● **The data**:
@pytest.mark.parametrize("N", [1, 2])
@pytest.mark.parametrize("lmax", [1, 3])
def test_reflected_matrix_is_the_order_sum_of_its_channel_vectors(N, lmax):
    # common practice, no source: the factored stack-reflected coupling (one particle per
    # cell: three Gram products per channel; several: one product) equals its definition
    # W[(i,a),(j,b)] = sum_(g,c) rc[g,i] r[g,c] recv[g,c,a] ph[g,j] emit[g,c,b] with the
    # reception and downward emission vectors made from the projections
    from chiropt.multipole.reflected import reflected_matrix_from_projections
    from chiropt.sphericalwaves import channel_modes, n_modes

    W, G = 2, 7
    K = n_modes(lmax) // 2
    rng = onp.random.default_rng(11 + N + lmax)

    def c(*shape):
        return rng.normal(size=shape) + 1j * rng.normal(size=shape)

    rc, r, P, ph = c(W, G, N), c(W, G, 2), c(W, G, 2, K), c(W, G, N)
    recv = channel_modes(P, "receive", lmax)
    emit = channel_modes(P, "emit", lmax, down=True)
    direct = onp.einsum("wgi,wgc,wgca,wgj,wgcb->wiajb", rc, r, recv, ph, emit)
    ours = reflected_matrix_from_projections(rc, r, P, ph, lmax)
    onp.testing.assert_allclose(ours, direct.reshape(W, N * 2 * K, N * 2 * K),
                                rtol=1e-13, atol=1e-13 * onp.abs(direct).max())


@pytest.mark.parametrize("lmax", [1, 2, 4])
def test_channel_maps_moved_onto_the_columns_give_the_channel_vectors_products(lmax):
    # common practice, no source: (channel vectors of P) @ X equals P @ (the channel map
    # applied to the columns X), for reception (with its m -> -m gather) and emission, up
    # and down, so the one-particle VJP never makes the channel vectors
    from chiropt.multipole.reflected import _folded_channels
    from chiropt.sphericalwaves import channel_modes

    W, G, T = 2, 5, 3
    K = lmax * (lmax + 2)
    rng = onp.random.default_rng(lmax)
    P = rng.normal(size=(W, G, 2, K)) + 1j * rng.normal(size=(W, G, 2, K))
    X = rng.normal(size=(W, 2 * K, T)) + 1j * rng.normal(size=(W, 2 * K, T))
    for kind in ("receive", "emit"):
        for down in (False, True):
            direct = onp.matmul(onp.reshape(channel_modes(P, kind, lmax, down), (W, 2 * G, 2 * K)),
                                X).reshape(W, G, 2, T)
            folded = onp.matmul(P.reshape(W, G, 2 * K),
                                _folded_channels(X, kind == "receive", lmax, down))
            onp.testing.assert_allclose(folded.reshape(W, G, 2, T), direct, rtol=1e-13,
                                        atol=1e-13 * onp.abs(direct).max())
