"""One reverse walk with the rows' cotangents stacked gives autograd's Jacobian.

- On a function that uses every operation with a stacked rule (broadcasting in both
  operands, basic and advanced indexing, gathers of distinct and of repeated positions,
  where, transpose, sums and means over axes, stacks and array literals, matrix products,
  real and imaginary parts, powers and quotients in both arguments) and operations
  without one (einsum, a tuple argument, vector matrix products): the rows equal
  autograd's ``jacobian`` and central differences.
- On goals of every solver kind (multipole sphere on glass, Fourier disks, a chiral film
  with torque rows): the rows equal autograd's one-pass-per-row reverse mode
  (``chiropt.autodiff.value_and_jacobian``) to 1e-12 (in practice bit for bit).
"""

from __future__ import annotations

from pathlib import Path

import autograd.numpy as anp
import numpy as onp
import pytest
from autograd import jacobian

from chiropt.stacked_reverse import stacked_jacobian

CONFIGS = Path(__file__).resolve().parent.parent / "configs"


def _mixed(x):
    """A real (5,) function of x (3,) through complex, broadcast and indexed arrays."""
    a = anp.reshape(anp.arange(12.0), (3, 4)) / 7.0
    z = anp.exp(1j * x[:, None] * a) * (x[0] + 2.0)           # (3, 4) broadcast, complex
    w = anp.where(anp.real(z) > 0.0, z, -2.0 * z)
    t = anp.transpose(w)                                       # (4, 3)
    t2 = anp.transpose(anp.reshape(w, (3, 2, 2)), (2, 0, 1))
    m = anp.matmul(t, w) / (1.0 + x[1] ** 2)                   # (4, 4)
    s = anp.sum(m, axis=0, keepdims=True) + anp.mean(t2, axis=(0, 2))[0]
    picked = m[[0, 2, 2], [1, 1, 3]]                           # advanced, a repeated element
    gathered = m[:, onp.array([3, 0, 2])][1:, :]               # a gather of distinct columns
    repeated = t[onp.array([1, 1, 0]), :]                      # a gather repeating a row
    stacked = anp.stack([anp.sum(picked) + 0.5 * anp.sum(gathered) - anp.sum(repeated ** 2),
                         s[0, 1], t2[1, 2, 0]])
    lit = anp.array([x[0] * x[2], anp.sqrt(x[1] + 3.0)])
    e = anp.einsum("ij,ij->", w, anp.conj(w))
    v = anp.dot(anp.array([1.0, 2.0, 3.0]), x)                 # vector operand
    power = (x[2] + 2.0) ** (x[0] + 1.5) / (x[1] + 4.0)
    return anp.concatenate([anp.real(stacked) - anp.imag(stacked)[::-1] ** 2,
                            anp.array([anp.real(e) * lit[1], v * power - lit[0]])])


def test_rows_equal_autograds_jacobian_and_differences_on_every_rule():
    # common practice, no source: reverse mode against autograd's jacobian and against
    # central differences (Griewank & Walther 2008, §3)
    x = onp.array([0.3, -0.7, 0.45])
    value, J = stacked_jacobian(_mixed, x)
    onp.testing.assert_allclose(value, _mixed(x), rtol=0, atol=0)
    onp.testing.assert_allclose(J, jacobian(_mixed)(x), rtol=1e-13, atol=1e-13)
    h = 1e-6
    fd = onp.stack([(_mixed(x + h * e) - _mixed(x - h * e)) / (2 * h) for e in onp.eye(3)],
                   axis=1)
    onp.testing.assert_allclose(J, fd, rtol=1e-6, atol=1e-7)
    assert J.shape == (5, 3) and onp.all(onp.abs(J).sum(axis=1) > 0)


def test_a_tuple_argument_and_a_constant_output_row():
    # common practice, no source: a primitive taking a tuple (container cotangents that do
    # not stack into one array) and a row that does not depend on x at all
    from autograd.builtins import tuple as agtuple

    def f(x):
        pair = agtuple((x[0] * x[1], anp.sin(x[1])))
        return anp.array([pair[0] + pair[1] ** 2, 4.0, anp.cos(x[0]) * pair[1]])

    x = onp.array([0.8, 1.3])
    value, J = stacked_jacobian(f, x)
    onp.testing.assert_allclose(J, jacobian(f)(x), rtol=1e-14, atol=1e-15)
    onp.testing.assert_array_equal(J[1], 0.0)
    # cos(x0) sin(x1): d/dx0 = -sin(x0) sin(x1)   # common practice, no source
    assert J[2, 0] == pytest.approx(-onp.sin(0.8) * onp.sin(1.3), rel=1e-14)


def test_summed_cotangents_never_write_into_a_shared_one():
    # common practice, no source: a parent's cotangent sums are made in place only where
    # the walk owns them; a cotangent a rule hands to two parents (x + x, a reshape's view,
    # a slice of a slice) and overlapping slices of one array must still give autograd's
    # jacobian, bit for bit, and central differences
    def f(x):
        a = x * anp.array([1.0, 2.0, 3.0, 4.0])
        b = a + a                                   # add: one cotangent for both parents
        c = anp.reshape(b, (2, 2))
        d = c[0] * c[1] + c[:, 0] ** 2              # slices of a view, twice over
        e = b[1:3] + b[0:2] * b[2:4] + b[1:3] ** 3  # overlapping slices of one array
        g = anp.exp(1j * b)[::2] * (1.0 + e)        # complex cotangent into a real slice
        p, q = anp.sin(x[:2]), anp.cos(x[2:])
        t = p * 3.0 + q * 5.0                       # reached after s in the reverse walk:
        s = p + q                                   # s hands one cotangent to p and q,
        return anp.concatenate([anp.real(d) + anp.imag(g), anp.real(g) * e, e[::-1],
                                t, s])              # then t adds to each of them

    x = onp.array([0.3, -0.7, 0.45, 0.2])
    value, J = stacked_jacobian(f, x)
    onp.testing.assert_array_equal(J, jacobian(f)(x))
    h = 1e-6
    fd = onp.stack([(f(x + h * u) - f(x - h * u)) / (2 * h) for u in onp.eye(4)], axis=1)
    onp.testing.assert_allclose(J, fd, rtol=1e-6, atol=1e-7)


@pytest.mark.parametrize("name", ["quickstart.yaml", "silicon-disks-grid.yaml",
                                  "overnight-torque.yaml"])
def test_goal_rows_equal_one_reverse_pass_per_row(name):
    # common practice, no source: the stacked walk against autograd's reverse passes (one
    # per row, make_vjp's rules) on the physics rows of goals of each solver kind
    from chiropt.autodiff import value_and_jacobian
    from chiropt.goals import GoalProblem, load_goal

    P = GoalProblem(load_goal(str(CONFIGS / name))[0])
    x = 0.35 * P.lower + 0.65 * P.upper

    def rows(xv):
        return P._physics_vector(xv, {})

    v_ref, J_ref = value_and_jacobian(rows, x)
    value, J = stacked_jacobian(rows, x)
    onp.testing.assert_array_equal(value, v_ref)
    scale = onp.max(onp.abs(J_ref), axis=1, keepdims=True)
    onp.testing.assert_allclose(J, J_ref, rtol=1e-12, atol=1e-12 * float(scale.max()))
    assert J.shape == (value.size, x.size) and onp.all(scale > 0)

● **What is being asked**:
Output the listing verbatim through the "rng = onp.random.default_rng(11" line.

● **Output**:
@pytest.mark.parametrize("N", [1, 2])
@pytest.mark.parametrize("lmax", [1, 3])
def test_reflected_matrix_is_the_order_sum_of_its_channel_vectors(N, lmax):
    # common practice, no source: the factored stack-reflected coupling (one particle per
    # cell: three Gram products per channel; several: one product) equals its definition
    # W[(i,a),(j,b)] = sum_(g,c) rc[g,i] r[g,c] recv[g,c,a] ph[g,j] emit[g,c,b] with the
    # reception and downward emission vectors made from the projections
    from chiropt.multipole.reflected import reflected_matrix_from_projections
    from chiropt.sphericalwaves import channel_modes, n_modes

    W, G = 2, 7
    K = n_modes(lmax) // 2
    rng = onp.random.default_rng(11 + N + lmax)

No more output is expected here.